What you need to do: Lines holding the word "afterEach" in the material below: count them and write the number alone.

Records:
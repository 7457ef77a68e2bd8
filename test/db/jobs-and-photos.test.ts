/**
 * Job status and photos in the project file. What is checked comes from outside the code
 * under test: the job rule as issue #9 states it (status changes recorded with dates, no
 * skipping backwards without a reason) and as core/job-status.ts words it (common practice of
 * weatherization programs), replayed here through core's `checkedHistory`; the mapping of the
 * old job states as issue #9's plan gives it (assessed → audited, scheduled → approved,
 * inProgress → inProgress, done → testedOut, closed → closed); SHA-256 by node:crypto
 * (FIPS 180-4) over the bytes the test made, compared with what comes back.
 */
import { createHash } from 'node:crypto';
import { afterEach, beforeEach, describe, expect, it } from 'vitest';
import { checkedHistory } from '../../core/job-status.ts';
import { InputError } from '../../core/errors.ts';
import { backupTo, restoreFrom } from '../../db/backup.ts';
import {
  exportHomeFileWithAttachments,
  importHomeFileWithAttachments,
} from '../../db/home-file-bundle.ts';
import { importHomeFile } from '../../db/home-file.ts';
import { portfolioSummary } from '../../db/portfolio.ts';
import {
  createHome,
  deleteHome,
  getHome,
  listHomes,
  purgeHome,
  updateHome,
} from '../../db/repositories/homes.ts';
import { changeJobStatus, jobHistory } from '../../db/repositories/jobs.ts';
import {
  addPhoto,
  getPhoto,
  listPhotos,
  MAX_PHOTO_BYTES,
  removePhoto,
} from '../../db/repositories/photos.ts';
import { getSettings } from '../../db/repositories/settings.ts';
import { openStore } from '../../db/store.ts';
import { validBaseHome } from '../_lib/base-home.ts';
import { jpegStart, pngImage, webpStart } from '../_lib/photo-bytes.ts';
import { projectDigest } from '../electron/_lib/table-digest.ts';
import { openTempProject, type TempProject } from './_lib/store-home.ts';

let project: TempProject;
beforeEach(() => {
  project = openTempProject();
});
afterEach(() => project.dispose());

const sha256 = (bytes: Uint8Array) => createHash('sha256').update(bytes).digest('hex');

/** A stored home (the invented base house of test/_lib/base-home.ts, measures m1–m3). */
function storedHome(): number {
  return project.store.write((write) => importHomeFile(write, validBaseHome()));
}

/** The InputError a run throws, or a failure. */
function inputErrorOf(run: () => unknown): InputError {
  try {
    run();
  } catch (error) {
    if (error instanceof InputError) return error;
    throw error;
  }
  return expect.fail('expected an InputError');
}
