describe('the House section’s climate, equipment and prices', { timeout: TEST_TIMEOUT_MS }, () => {
  it('saves degree days typed in SI as °F·day, a price and an efficiency typed as a percentage', async () => {
    const home = demoHomes[0];
    if (home === undefined) throw new Error('no demo home');
    const watched = await openSection(home.id, 'house', 'House');
    const { page } = watched;
    await page.getByLabel('SI (m, L/s)').check();
    await expect.poll(() => page.locator('#climate-hdd-unit').textContent()).toBe('K·day');
    await typeAndLeave(page, 'climate-hdd', '3000');
    const climate = await waitForStored(
      () => storedData(home.id).climate,
      (value) => value !== undefined && Math.abs(value.hdd65F - 5400) < 1e-6,
    );
    // 3000 K·day × 9/5 = 5400 °F·day (NIST SP 811: ΔT of 1 K = 1.8 °F).
    expect(climate?.hdd65F).toBeCloseTo(5400, 9);

    await typeAndLeave(page, 'price-naturalGas', '1.61');
    const prices = await waitForStored(
      () => storedData(home.id).prices,
      (value) => value?.naturalGas?.usdPerUnit === 1.61,
    );
    expect(prices?.naturalGas?.usdPerUnit).toBe(1.61);

    await typeAndLeave(page, 'heating-afue', '91');
    const heating = await waitForStored(
      () => storedData(home.id).heating,
      (value) => value !== undefined && Math.abs(value.efficiency - 0.91) < 1e-12,
    );
    expect(heating?.efficiency).toBeCloseTo(0.91, 12);
    await page.getByLabel('IP (ft, cfm)').check();
    await expect.poll(() => page.locator('#climate-hdd').inputValue()).toBe('5400');
    expectHealthy(watched);
    await watched.close();
  });

  it('shows a refusal beside the field, in the units typed, and stores nothing', async () => {
    const home = demoHomes[1];
    if (home === undefined) throw new Error('no second demo home');
    const before = storedData(home.id);
    const watched = await openSection(home.id, 'house', 'House');
    const { page } = watched;
    await page.getByLabel('SI (m, L/s)').check();
    await expect.poll(() => page.locator('#climate-elevation-unit').textContent()).toBe('m');
    await typeAndLeave(page, 'climate-elevation', '6000');
    const error = page.locator('#climate-elevation-error');
    await error.waitFor();
    // The schema's limit is 15,000 ft = 4,572 m (× 0.3048); 6000 m is shown back as typed.
    expect(await error.textContent()).toContain('4,572 m');
    expect(await error.textContent()).toContain('6,000 m');
    expect(await page.locator('#climate-elevation').inputValue()).toBe('6000');
    expect(await page.locator('#climate-elevation').getAttribute('aria-invalid')).toBe('true');
    expect(storedData(home.id)).toEqual(before);
    await expectNoAxeViolations(page);
    await page.screenshot({ path: `${SCREENSHOTS}/house-refusal.png` });
    await page.getByLabel('IP (ft, cfm)').check();
    expectHealthy(watched);
    await watched.close();
  });

  it('uses a stored climate, and makes its figures the home’s own again', async () => {
    const home = demoHomes[2];
    if (home === undefined) throw new Error('no third demo home');
    const watched = await openSection(home.id, 'house', 'House');
    const { page } = watched;
    await page.locator('#climate-source').selectOption(String(storedClimateId));
    await waitForStored(
      () => storedHome(home.id).climateId,
      (id) => id === storedClimateId,
    );
    expect(storedHome(home.id).climateId).toBe(storedClimateId);
    expect(storedHome(home.id).data.climate).toBeUndefined();
    await page.getByText('Shared with other homes').first().waitFor();
    expect(await page.locator('#climate-hdd').count()).toBe(0);

    await page.locator('#climate-source').selectOption('own');
    await waitForStored(
      () => storedHome(home.id).climateId,
      (id) => id === null,
    );
    expect(storedHome(home.id).data.climate).toEqual({
      name: 'Shared test station',
      hdd65F: 6100,
      cdd65F: 700,
      elevationFt: 800,
    });
    await page.locator('#climate-hdd').waitFor();
    expect(await page.locator('#climate-hdd').inputValue()).toBe('6100');
    expectHealthy(watched);
    await watched.close();
  });

  it('lets a new climate wait for its required figures, then saves it whole', async () => {
    const created = callChannel({ store: rig.project.store }, 'homes.create', {
      name: 'Climate-less home',
      data: {
        house: {
          conditionedFloorAreaFt2: 1200,
          conditionedVolumeFt3: 9600,
          stories: 1,
          heightFt: 9,
          bedrooms: 2,
          shelterClass: 3,
          foundation: 'slab',
          yearBuilt: 1987,
        },
      },
    });
    if (!created.ok) throw new Error(created.error.message);
    const homeId = created.value.id;
    const watched = await openSection(homeId, 'house', 'House');
    const { page } = watched;
    await typeAndLeave(page, 'climate-hdd', '4800');
    const status = page.getByRole('status').filter({ hasText: 'Not saved yet' });
    await status.waitFor();
    expect(await status.textContent()).toContain('Cooling degree days');
    expect(storedData(homeId).climate).toBeUndefined();
    await typeAndLeave(page, 'climate-name', 'Hillside gauge');
    await typeAndLeave(page, 'climate-cdd', '1100');
    await typeAndLeave(page, 'climate-elevation', '250');
    const climate = await waitForStored(
      () => storedData(homeId).climate,
      (value) => value !== undefined,
    );
    expect(climate).toEqual({
      name: 'Hillside gauge',
      hdd65F: 4800,
      cdd65F: 1100,
      elevationFt: 250,
    });
    await expectNoAxeViolations(page);
    expectHealthy(watched);
    await watched.close();
  });
});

Exercise answer: 2